WHAT YOU WILL DO -> Your reply should consist of one number: how many lines below contain "today".

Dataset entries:
***

/**
 * The sky outlook of lineup windows at a position: the cell's forecast from PostgreSQL while it is
 * fresh, else one fetch from the forecast service shared by every request for that cell.
 *
 * The newest forecast of a cell is also kept in memory (up to 500 cells), so a page view within the
 * hour reads neither the service nor the database.
 *
 * Intervals:
 * - A stored forecast is reused for {@link FORECAST_REFRESH_INTERVAL_MS} (1 h) after it was
 *   fetched. The service blends national models whose runs arrive every 1 to 6 hours (its
 *   documentation lists hourly updates for the fastest of them), so asking a cell more often than
 *   hourly cannot bring a newer run; page views never reach the service, only the first lookup of
 *   a cell after the hour does.
 * - After a failed fetch the cell is not asked again for {@link FORECAST_FAILURE_BACKOFF_MS}
 *   (5 min): a service that is down or hanging costs one timeout per cell, not one per page.
 * - Meanwhile, and whenever a refetch fails, a stored forecast up to
 *   {@link FORECAST_MAX_STALE_MS} (12 h) old is used; the outlook carries its issue time, so the
 *   page can say how old it is. Older than that, or with none stored, the outlook is 'unavailable'.
 * - Windows that start beyond any forecast's reach (16 days from 00:00 UTC today) or ended before
 *   it starts never cause a fetch.
 */
import type { HourlyForecast, SkyOutlook } from '../../shared/schemas/outlook';
import { assertTimeWindows, forecastCell, summarizeOutlooks, type ForecastCell, type TimeWindow } from '../../shared/outlook';
import { MS_PER_DAY, MS_PER_HOUR, MS_PER_MINUTE } from '../../shared/units';
import type { UserModel } from '../models/user';
import type { SightlineService } from '../services/sightline-service';
import type { ForecastSource } from './client';
import { ForecastUnavailableError } from './errors';
import { ForecastStore, type StoredForecast } from './forecast-store';
import { FORECAST_DAYS } from './open-meteo';

/** How long a fetched forecast is reused before the service is asked again, ms (1 h). */
export const FORECAST_REFRESH_INTERVAL_MS = MS_PER_HOUR;
/** How long a cell is left alone after a failed fetch, ms (5 min). */
export const FORECAST_FAILURE_BACKOFF_MS = 5 * MS_PER_MINUTE;
/** Oldest stored forecast used when the service fails, ms (12 h). */
export const FORECAST_MAX_STALE_MS = 12 * MS_PER_HOUR;
/** Rows of a cell kept after a newer fetch, ms (1 day), for comparisons; older ones are deleted. */
export const FORECAST_KEEP_HISTORY_MS = MS_PER_DAY;

const HALF_HOUR_MS = 30 * MS_PER_MINUTE;
/** Cells whose newest forecast is also kept in memory, on top of PostgreSQL. */
const MEMORY_CELLS = 500;

export interface ForecastServiceOptions {
  /** The forecast service client; null when none is configured (every outlook is 'unavailable'). */
  source: ForecastSource | null;
  /** For the sightline outlooks (read access check). */
  sightlines?: SightlineService;
  /** The clock (tests give their own; the client should share it). */
  now?: () => Date;
  refreshIntervalMs?: number;
  failureBackoffMs?: number;
  maxStaleMs?: number;
  /** Where failed fetches are reported (default console.warn). */
  log?: (message: string) => void;
}

/** A forecast lookup: the forecast, and whether it is older than the refresh interval. */
export interface ForecastLookup extends StoredForecast {
  stale: boolean;
}

interface Failure {
  at: number;
  error: ForecastUnavailableError;
}

/** The sky outlook use cases: forecasts per cell, cached; outlooks per window that never throw on service failure. */
export class ForecastService {
  private readonly store = new ForecastStore();
  private readonly inFlight = new Map<string, Promise<ForecastLookup>>();
  private readonly failures = new Map<string, Failure>();
  /** The newest forecast per cell this process has seen, so fresh page views skip the database. */
  private readonly memory = new Map<string, StoredForecast>();
  private readonly source: ForecastSource | null;
  private readonly sightlines?: SightlineService;
  private readonly now: () => Date;
  private readonly refreshIntervalMs: number;
  private readonly failureBackoffMs: number;
  private readonly maxStaleMs: number;
  private readonly log: (message: string) => void;

  constructor(options: ForecastServiceOptions) {
    this.source = options.source;
    this.sightlines = options.sightlines;
    this.now = options.now ?? (() => new Date());
    this.refreshIntervalMs = options.refreshIntervalMs ?? FORECAST_REFRESH_INTERVAL_MS;
    this.failureBackoffMs = options.failureBackoffMs ?? FORECAST_FAILURE_BACKOFF_MS;
    this.maxStaleMs = options.maxStaleMs ?? FORECAST_MAX_STALE_MS;
    this.log = options.log ?? ((message) => console.warn(message));
  }

  /**
   * The forecast of the cell holding (lat, lon): stored and fresh, else fetched (one fetch per cell
   * at a time, shared by concurrent callers), else a stored one up to the stale limit.
   *
   * @throws ForecastUnavailableError when there is no usable forecast
   * @throws RangeError when the position is out of range
   */
  async forecastFor(lat: number, lon: number): Promise<ForecastLookup> {
    const cell = forecastCell(lat, lon);
    const running = this.inFlight.get(cell.key);
    if (running) return running;
    const lookup = this.lookup(cell).finally(() => { this.inFlight.delete(cell.key); });
    this.inFlight.set(cell.key, lookup);
    return lookup;
  }

  /**
   * The sky outlook of each window at (lat, lon), in order. Never throws because the forecast
   * service is down, slow, garbled or not configured: those windows say 'unavailable'.
   *
   * @param lat - latitude of the vantage, degrees
   * @param lon - longitude of the vantage, degrees
   * @param windows - lineup windows, each end after its start
   * @throws RangeError when the position or a window is invalid
   */
  async outlookFor(lat: number, lon: number, windows: readonly TimeWindow[]): Promise<SkyOutlook[]> {
    forecastCell(lat, lon);
    const nowMs = this.now().getTime();
    // The service's hours start at 00:00 UTC today and run FORECAST_DAYS days.
    const reachStart = Math.floor(nowMs / MS_PER_DAY) * MS_PER_DAY - HALF_HOUR_MS;
    const reachEnd = reachStart + HALF_HOUR_MS + FORECAST_DAYS * MS_PER_DAY;
    const beyondReach = (w: TimeWindow): SkyOutlook | undefined => {
      const base = { start: w.start.toISOString(), end: w.end.toISOString() };
      if (w.start.getTime() >= reachEnd) return { status: 'no-forecast-yet', ...base, issuedAt: null, horizonEnd: null };
      if (w.end.getTime() <= reachStart) return { status: 'past', ...base };
      return undefined;
    };
    assertTimeWindows(windows);
    const outside = windows.map(beyondReach);
    if (outside.every((o) => o !== undefined)) return outside as SkyOutlook[];

    try {
      const { forecast } = await this.forecastFor(lat, lon);
      return summarizeOutlooks(forecast, windows);
    } catch (error) {
      let message = 'The forecast is unavailable just now';
      if (error instanceof ForecastUnavailableError) message = error.publicMessage;
      else this.log(`Sky outlook failed: ${error instanceof Error ? error.stack ?? error.message : String(error)}`);
      return windows.map((w, i) => outside[i] ?? { status: 'unavailable', start: w.start.toISOString(), end: w.end.toISOString(), message });
    }
  }

  /**
   * The sky outlook of each window at a saved sightline's vantage.
   *
   * @throws AppError 404 when the user may not read the sightline (as SightlineService.get)
   */
  async outlookForSightline(user: UserModel, sightlineId: string, windows: readonly TimeWindow[]): Promise<SkyOutlook[]> {
    if (!this.sightlines) throw new Error('ForecastService was built without the sightline service');
    const sightline = await this.sightlines.get(user, sightlineId, 'read');
    return this.outlookFor(sightline.vantageLat, sightline.vantageLon, windows);
  }

  /** Deletes stored forecasts fetched more than `ageMs` ago (default two days); returns how many. */
  async pruneCache(ageMs = 2 * MS_PER_DAY): Promise<number> {
    return this.store.pruneFetchedBefore(new Date(this.now().getTime() - ageMs));
  }

  private remember(cell: ForecastCell, stored: StoredForecast): void {
    this.memory.delete(cell.key);
    if (this.memory.size >= MEMORY_CELLS) this.memory.delete(this.memory.keys().next().value!);
    this.memory.set(cell.key, stored);
  }

  private async lookup(cell: ForecastCell): Promise<ForecastLookup> {
    const remembered = this.memory.get(cell.key);
    if (remembered && this.now().getTime() - remembered.fetchedAt.getTime() < this.refreshIntervalMs) return { ...remembered, stale: false };
    const stored = await this.store.latest(cell);
    if (stored) this.remember(cell, stored);
    const nowMs = this.now().getTime();
    const ageMs = stored ? nowMs - stored.fetchedAt.getTime() : Infinity;
    if (stored && ageMs < this.refreshIntervalMs) return { ...stored, stale: false };
    const usable = stored && ageMs <= this.maxStaleMs ? { ...stored, stale: true } : undefined;

    if (!this.source) {
      if (usable) return usable;
      throw new ForecastUnavailableError('not-configured');
    }
    const failure = this.failures.get(cell.key);
    if (failure && nowMs - failure.at < this.failureBackoffMs) {
      if (usable) return usable;
      throw failure.error;
    }

    let forecast: HourlyForecast;
    try {
      forecast = await this.source.fetchHourly(cell.lat, cell.lon);
    } catch (error) {
      const unavailable = error instanceof ForecastUnavailableError
        ? error
        : new ForecastUnavailableError('network', error instanceof Error ? error.message : String(error), undefined, { cause: error });
      this.failures.set(cell.key, { at: this.now().getTime(), error: unavailable });
      this.log(`Forecast for cell ${cell.key} failed (${unavailable.kind}): ${unavailable.message}`);
      if (usable) return usable;
      throw unavailable;
    }
    this.failures.delete(cell.key);
    const fetched = { forecast, fetchedAt: new Date(forecast.fetchedAt) };
    this.remember(cell, fetched);
    try {
      await this.store.save(cell, forecast, FORECAST_KEEP_HISTORY_MS);
    } catch (error) {
      // The forecast is good even if it could not be kept; the next lookup fetches again.
      this.log(`Storing the forecast for cell ${cell.key} failed: ${error instanceof Error ? error.message : String(error)}`);
    }
    return { ...fetched, stale: false };
  }
}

***

ANSWER AREA -> 2